There's a difference between hackers and engineers though. I found that the
engineers were good at breaking projects into milestones and driving their
teams toward them, e.g. steady state development when conditions are good. And
I found that the hackers excelled at exceptional or emergency situations like
debugging complicated multithreaded code on the fly or figuring out which
switch in a datacenter was corrupting packets for production traffic. There
were exceptions in both directions (hackers who were great technical leads and
engineers who were great detectives), but this was a pretty general rule I saw
over the years.

I also worked with a number of people without degrees that weren't very good,
so it's not like the lack of a degree makes you a hacker or makes you good at
your job. You have to be very driven when you're self-taught and sometimes
have to work harder than your peers who have a more evenly balanced education.

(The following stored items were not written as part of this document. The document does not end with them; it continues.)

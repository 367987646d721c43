import { paperMargins, type SampleDrawing, type Stroke } from './sampleDrawing.ts'
import type { SeededRandom } from './seededRandom.ts'
import type { Point } from './strokeFont.ts'

const paperColour = '#FBFAF4'
const ruleColour = '#B9CBE0'
const marginColour = '#E0A9A4'
const graphite = '#34343C'
const pencilWidthMm = 0.6

const short = (value: number) => String(Math.round(value * 1000) / 1000)

/** Exercise-book paper: ruled lines, a margin on the left, a little tooth. */
export function paperOf({ widthMm, heightMm, lineSpacingMm }: SampleDrawing): string {
  const rows = Math.floor((heightMm - 4 - paperMargins.topMm) / lineSpacingMm) + 1
  const rules = Array.from({ length: rows }, (_, row) => {
    const y = short(paperMargins.topMm + row * lineSpacingMm)
    return `<line x1="0" y1="${y}" x2="${widthMm}" y2="${y}"/>`
  })
  return [
    '<defs>',
    // Paper takes graphite on its grain and not between: the stroke is thinned by fine noise.
    '<filter id="grain" x="-5%" y="-5%" width="110%" height="110%">',
    '<feTurbulence type="fractalNoise" baseFrequency="2.6" numOctaves="2" seed="7" result="noise"/>',
    '<feColorMatrix in="noise" type="matrix" values="0 0 0 0 0  0 0 0 0 0  0 0 0 0 0  0 0 0 -2.4 2.05" result="tooth"/>',
    '<feComposite in="SourceGraphic" in2="tooth" operator="in"/>',
    '</filter>',
    '<filter id="smear" x="-10%" y="-10%" width="125%" height="120%"><feGaussianBlur stdDeviation="1.3 0.16"/></filter>',
    '<filter id="rub" x="-20%" y="-40%" width="140%" height="180%"><feGaussianBlur stdDeviation="3 0.7"/></filter>',
    '</defs>',
    `<rect width="${widthMm}" height="${heightMm}" fill="${paperColour}"/>`,
    `<g stroke="${ruleColour}" stroke-width="0.22">${rules.join('')}</g>`,
    `<line x1="${paperMargins.leftMm}" y1="0" x2="${paperMargins.leftMm}" y2="${heightMm}" stroke="${marginColour}" stroke-width="0.25"/>`,
  ].join('\n')
}

/** The strokes as pencil, and the traces of a hand that follows them over the page. */
export function pencilOf(strokes: readonly Stroke[], drawing: SampleDrawing, random: SeededRandom): string {
  const parts = strokes.map((stroke) => pencilStroke(stroke, random))
  return [smudgeOf(strokes, drawing, random), `<g filter="url(#grain)">${parts.join('\n')}</g>`].join('\n')
}

/** A smooth path through the points: each one is the corner that the curve is bent towards. */
function smoothPath(points: readonly Point[]): string {
  const [first, ...rest] = points
  if (!first) return ''
  const parts = [`M${short(first.x)} ${short(first.y)}`]
  for (const [index, point] of rest.entries()) {
    const next = rest[index + 1]
    const to = next ? { x: (point.x + next.x) / 2, y: (point.y + next.y) / 2 } : point
    parts.push(`Q${short(point.x)} ${short(point.y)} ${short(to.x)} ${short(to.y)}`)
  }
  return parts.join('')
}

function pencilStroke({ points, pressure }: Stroke, random: SeededRandom): string {
  const path = smoothPath(points)
  const width = pencilWidthMm * pressure
  const opacity = Math.min(0.95, 0.74 * pressure + random.around(0.05))
  const line = (w: number, o: number) =>
    `<path d="${path}" fill="none" stroke="${graphite}" stroke-width="${short(w)}" stroke-opacity="${short(o)}" stroke-linecap="round" stroke-linejoin="round"/>`
  // A wide faint line under a narrow dark one gives the soft edge of a pencil.
  return line(width, opacity * 0.62) + line(width * 0.55, opacity * 0.7)
}

const smears = {
  light: { copies: 1, opacity: 0.16, rubs: 0.2 },
  heavy: { copies: 2, opacity: 0.27, rubs: 0.6 },
} as const

/** A left hand moving right drags graphite with it: the smear lies to the right of what was written. */
function smudgeOf(
  strokes: readonly Stroke[],
  { smudge, script, xHeightMm }: SampleDrawing,
  random: SeededRandom,
) {
  if (smudge === 'none') return ''
  const { copies, opacity, rubs } = smears[smudge]
  const direction = script === 'latin' ? 1 : -1
  const dragged = Array.from({ length: copies }, (_, copy) => {
    const paths = strokes
      .filter(() => random.unit() < 0.75)
      .map(({ points }) => `<path d="${smoothPath(points)}"/>`)
      .join('')
    const shift = short(direction * (0.9 + copy * 1.3))
    return `<g filter="url(#smear)" transform="translate(${shift} 0.15)" fill="none" stroke="${graphite}" stroke-width="0.7" stroke-opacity="${opacity}">${paths}</g>`
  })
  const patches = strokes
    .filter(() => random.unit() < rubs * 0.22)
    .map(({ points }) => {
      const { x, y } = points[Math.floor(points.length / 2)] ?? { x: 0, y: 0 }
      const [rx, ry] = [xHeightMm * (0.9 + random.unit()), xHeightMm * (0.12 + random.unit() * 0.2)]
      return `<ellipse cx="${short(x + direction * 3.5)}" cy="${short(y)}" rx="${short(rx)}" ry="${short(ry)}"/>`
    })
  return [
    ...dragged,
    `<g filter="url(#rub)" fill="${graphite}" fill-opacity="${short(opacity * 0.6)}">${patches.join('')}</g>`,
  ].join('\n')
}
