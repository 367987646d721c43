import type { Day } from '../../shared/days.ts'
import type { MeasureDetails, Reach, ReachingDetails } from '../../shared/measures.ts'
import { reachOrder } from '../../shared/reaching.ts'
import { database } from '../dataSource.ts'
import { Measure } from '../entities/Measure.ts'
import { lockMeasure, saveMeasure, startMeasure } from '../services/measures.ts'
import type { DemoMeasure, DemoReaching } from './demo/assessmentTypes.ts'
import { acting, type Scene } from './playScene.ts'

/** The reaches in the order in which the seed lays the cards out. */
const inOrder = ({ seed, reached }: DemoReaching): ReachingDetails => {
  const cardsPerPlace = 3
  const taken = new Map<number, number>()
  const reaches = reachOrder(seed, cardsPerPlace).map((place): Reach => {
    const index = taken.get(place) ?? 0
    taken.set(place, index + 1)
    const reach = reached[place][index]
    if (!reach) throw new Error(`Place ${place} of a demo reaching needs ${cardsPerPlace} cards`)
    return { place, ...reach }
  })
  return { kind: 'reaching', cardsPerPlace, seed, reaches }
}

export const measured = (details: DemoMeasure['details']): MeasureDetails =>
  details.kind === 'reaching' ? inOrder(details) : details

const optionsOf = (details: MeasureDetails) =>
  'trials' in details ? { startHand: details.startHand, pegs: details.pegs, seconds: details.seconds } : {}

export const playMeasure = async (
  scene: Scene,
  number: number,
  { details: demo, by, notDoneReason, comment }: DemoMeasure,
  on: Day,
): Promise<void> => {
  const { actor, access } = await acting(scene, number, by)
  const details = measured(demo)
  const start = { kind: details.kind, measuredOn: on, replacesId: null, options: optionsOf(details) }
  const id = await startMeasure(actor, access, start, null, () =>
    details.kind === 'reaching' ? details.seed : 0,
  )
  const { version } = await database().manager.findOneByOrFail(Measure, { id })
  const saved = await saveMeasure(actor, access, id, version, {
    measuredOn: on,
    details,
    notDoneReason,
    comment,
  })
  await lockMeasure(actor, access, id, saved.version)
}
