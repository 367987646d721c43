import type { Day } from '../../shared/days.ts'
import { database } from '../dataSource.ts'
import { SessionNote } from '../entities/SessionNote.ts'
import { countersignNote, signNote } from '../services/noteSigning.ts'
import { addAddendum, createNote } from '../services/sessionNotes.ts'
import type { DemoNote } from './demo/demoTypes.ts'
import type { StaffKey } from './demo/people.ts'
import { acting, idIn, storyOf, type Scene } from './playScene.ts'

const versionOf = async (id: string) =>
  (await database().manager.findOneByOrFail(SessionNote, { id })).version

export const playNote = async (
  scene: Scene,
  number: number,
  { note, index, on }: { note: DemoNote; index: number; on: Day },
): Promise<void> => {
  const story = storyOf(scene, number)
  const { actor, access } = await acting(scene, number, note.author)
  const {
    child: _child,
    heldDay: _day,
    author: _author,
    goals,
    signed: _signed,
    countersigned: _co,
    addenda: _addenda,
    ...text
  } = note
  const goalIds = goals.flatMap((goal) => story.goalIds.get(goal) ?? [])
  story.noteIds.set(index, await createNote(actor, access, { ...text, heldOn: on, goalIds }, null))
}

export const playSignature = async (
  scene: Scene,
  number: number,
  { index, by, lateReason }: { index: number; by: StaffKey; lateReason: string | null },
): Promise<void> => {
  const { actor, access } = await acting(scene, number, by)
  const id = idIn(storyOf(scene, number).noteIds, index)
  await signNote(actor, access, id, await versionOf(id), { confirmed: true, lateReason })
}

export const playCountersignature = async (
  scene: Scene,
  number: number,
  index: number,
  by: StaffKey,
): Promise<void> => {
  const { actor, access } = await acting(scene, number, by)
  const id = idIn(storyOf(scene, number).noteIds, index)
  await countersignNote(actor, access, id, await versionOf(id))
}

export const playAddendum = async (
  scene: Scene,
  number: number,
  { index, by, text }: { index: number; by: StaffKey; text: string },
): Promise<void> => {
  const { actor, access } = await acting(scene, number, by)
  await addAddendum(actor, access, idIn(storyOf(scene, number).noteIds, index), { text }, null)
}
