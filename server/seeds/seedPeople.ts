import { randomUUID } from 'node:crypto'
import type { Tx } from '../dataSource.ts'
import { now } from '../clock.ts'
import { User } from '../entities/User.ts'
import { systemActor, type Actor } from '../access/actor.ts'
import { hashPassword } from '../services/passwords.ts'
import { transact } from '../services/transact.ts'
import type { ActorKey, DemoPerson } from './demo/demoTypes.ts'

export type People = Map<ActorKey, User>

const insertPerson = async (tx: Tx, person: DemoPerson, passwordHash: string): Promise<User> => {
  const user = tx.create(User, {
    id: randomUUID(),
    email: person.email,
    displayName: person.displayName,
    roles: person.roles,
    passwordHash,
    workingHand: person.workingHand,
    theme: 'system',
    newlyQualified: person.newlyQualified,
    wte: person.wte === null ? null : person.wte.toFixed(2),
    disabledAt: null,
    lastSignInAt: null,
    createdAt: now(),
  })
  await tx.insert(User, user)
  return user
}

/** Makes the accounts of these people, with their demo passwords. */
export const seedPeople = async (persons: readonly DemoPerson[]): Promise<People> => {
  const hashed = await inSmallGroups(persons, (person) => hashPassword(person.password))
  return transact(systemActor('demo'), async (tx, record) => {
    const people: People = new Map()
    for (const [index, person] of persons.entries())
      people.set(person.key, await insertPerson(tx, person, hashed[index] ?? ''))
    record({ action: 'demo.people', detail: { count: persons.length } })
    return people
  })
}

/** The hashing queue takes 52 at a time; the rest waits here. */
const inSmallGroups = async <T, R>(items: readonly T[], work: (item: T) => Promise<R>): Promise<R[]> => {
  const results: R[] = []
  for (let start = 0; start < items.length; start += 20)
    results.push(...(await Promise.all(items.slice(start, start + 20).map(work))))
  return results
}

/** Somebody who acts in the demo, as the services know them. */
export const actorOf = (people: People, key: ActorKey): Actor & { viewer: NonNullable<Actor['viewer']> } => {
  const user = people.get(key)
  if (!user) throw new Error(`The demo has no account for ${key}`)
  const { id, displayName, roles, newlyQualified } = user
  return { viewer: { id, displayName, roles, newlyQualified }, requestId: 'demo', audited: false }
}
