import { afterAll, afterEach, beforeAll, describe, expect, it } from 'vitest'
import type { AccessPage } from '../../shared/auditEntries.ts'
import { guardianSchema } from '../../shared/guardians.ts'
import { emptyHistory } from '../../shared/histories.ts'
import { setClock } from '../../server/clock.ts'
import { database } from '../../server/dataSource.ts'
import { hashToken } from '../../server/services/accounts.ts'
import { client, signedInAs, startApp, stopApp, type Client } from '../support/app.ts'
import {
  aDayPasses,
  asked,
  askByLink,
  askingScene,
  birthDate,
  byLink,
  linkToken,
  requestsPath,
  seenRequest,
  someAnswers,
  tasksOf,
} from '../support/answers.ts'
import { buildGuardian, buildUser, giveConsent } from '../support/factories.ts'
import { startMail } from '../support/mail.ts'

beforeAll(startApp)
afterAll(stopApp)
// Everybody in these tests calls from one address, which may try so often a minute.
afterEach(async () => {
  setClock(() => new Date())
  await database().query('UPDATE throttles SET failures = 0, blockedUntil = NULL')
})

const linkScene = async () => {
  const scene = await askingScene()
  const request = await askByLink(scene)
  const email = scene.grandfather.email ?? ''
  return { ...scene, request, email, token: await linkToken(email) }
}
const answers = () => ({ answers: someAnswers(), comment: null })
const draft = (given: object) => ({ ...answers(), ...given })
type LinkScene = Awaited<ReturnType<typeof linkScene>>

/** Saves by the link and answers the version to go on from. */
const saved = async (scene: LinkScene, given: object = {}): Promise<number> => {
  const response = await byLink.save(scene.token, 0, draft(given))
  expect(response.status, response.text).toBe(200)
  return response.body.version
}
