import { dayOf } from '../../shared/days.ts'
import { now, resetClock, setClock } from '../clock.ts'
import { systemActor } from '../access/actor.ts'
import { recordAudit } from '../services/audit.ts'
import { demoBegun, demoMade } from '../setup/halfMadeDemo.ts'
import { changeSettings } from '../services/settings.ts'
import { createClass, createSchool } from '../services/schools.ts'
import { clinicSettings } from './demo/clinic.ts'
import { children } from './demo/children.ts'
import { parents } from './demo/parents.ts'
import { staff, teachers } from './demo/people.ts'
import { schools, schoolYearOf, type ClassKey } from './demo/schools.ts'
import { demoTimeline } from './demo/timeline.ts'
import type { DemoEvent } from './demo/timelineTypes.ts'
import { drawSample } from './drawSample.ts'
import { playEvent } from './playEvent.ts'
import type { Scene } from './playScene.ts'
import { actorOf, seedPeople, type People } from './seedPeople.ts'

const seedSchools = async (people: People, schoolYear: number): Promise<Map<ClassKey, string>> => {
  const pauline = actorOf(people, 'pauline')
  const classes = new Map<ClassKey, string>()
  for (const school of schools) {
    const schoolId = await createSchool(pauline, { name: school.name, town: school.town }, null)
    const teacherId = actorOf(people, school.teacher).viewer.id
    for (const { key, name, ages } of school.classes)
      classes.set(key, await createClass(pauline, { schoolId, name, schoolYear, ages, teacherId }, null))
  }
  return classes
}

/** Drawing works in threads of its own, so it goes on while the story waits for the database. */
const drawAhead = (events: readonly DemoEvent[]): Scene['drawings'] => {
  const drawings: Scene['drawings'] = new Map()
  let last: Promise<unknown> = Promise.resolve()
  for (const event of events) {
    if (event.kind !== 'sample') continue
    const drawing = last.then(() => drawSample(event.sample.drawing))
    drawings.set(event.sample, drawing)
    last = drawing.catch(() => undefined)
  }
  return drawings
}

const mark = (action: string) => recordAudit(systemActor('demo'), { action })

/** Days before the demo day on which the clinic's own set-up is dated: before the first referral. */
const setUpDays = 470

/**
 * Makes the whole demo clinic: the clock is moved to each event of the timeline and put back at the end, so that every
 * date in the record is as if it had happened.
 */
export const seedClinic = async (appUrl: string): Promise<void> => {
  const demoNow = now()
  const demoToday = dayOf(demoNow, clinicSettings.timeZone)
  const moveTo = (moment: Date) => setClock(() => moment)
  moveTo(new Date(demoNow.getTime() - setUpDays * 86_400_000))
  try {
    await mark(demoBegun)
    const people = await seedPeople([...staff, ...teachers, ...parents])
    await changeSettings(actorOf(people, 'ines'), clinicSettings, 0)
    const events = demoTimeline(demoToday, clinicSettings.timeZone)
    const scene: Scene = {
      drawings: drawAhead(events),
      people,
      classes: await seedSchools(people, schoolYearOf(demoToday)),
      children: new Map(children.map((child) => [child.number, child])),
      stories: new Map(),
      timeZone: clinicSettings.timeZone,
      appUrl,
    }
    for (const event of events) {
      moveTo(event.at)
      await playEvent(scene, event, demoToday).catch((error: unknown) => {
        throw new Error(`The demo broke off at ${event.kind} of child ${event.child}`, { cause: error })
      })
    }
    await mark(demoMade)
  } finally {
    resetClock()
  }
}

I ended up being a bit of a wildcard myself--I'm a self-taught hacker and did
lots of cool debugging and detective work for 14 years, and then I was a
manager for 5 years. I think hackers can make interesting managers since they
are willing to upend traditions and try new things with their teams. I did a
lot of that.

------
alexc05
I've been developing professionally for nearly 20 years now. Though, since
some of that time was as a high school teacher, it isn't all, super high end
stuff, but even there was value in learning how non-programmers think about
computers... (One darling example was "what do you mean by file->menu? Menus
are for food"

With that 20 years experience (and two non-cs bachelor's degrees) I've now
managed to fail interviews at both Facebook and Amazon.

While the Facebook one was (in my opinion) pretty deeply flawed, the Amazon
one, the 4 hour version, gave me virtually every opportunity "get it right"
and I felt like interviewers were all "on my side"

In the end though, I really felt like if I'd had the full CS experience in
university, I'd have had the edge I needed.

Specifically there were portions of technical nomenclature that I fell short
on in the object oriented design portion. "What is the word for that thing
you're doing there?"

and the dozens of hours spent discussing various efficiencies of search and
sort algorithms would have made the extra steps in the optimization portion
feel more like second nature.

With all that said, I have recently been doing my research into how and where
I might be able to go back to school for the stuff I've missed out on.

U of T or a Waterloo masters? Perhaps Harvard extension schools? (the online
version of the school which apparently real Harvard grads sneer at but still
has Harvard in the name)... Or maybe there is enough in iTunes U to get what I
need.

Whatever I go with, after 20 years programming, I've decided that I may as
well take this programming thing seriously. I suspect there is a future in it.

------
tombert
I don't live in Silicon Valley, but I've found that the "requirement" for a
degree is more of a suggestion than law. I don't have a degree, and I still
usually apply to jobs that have that requirement.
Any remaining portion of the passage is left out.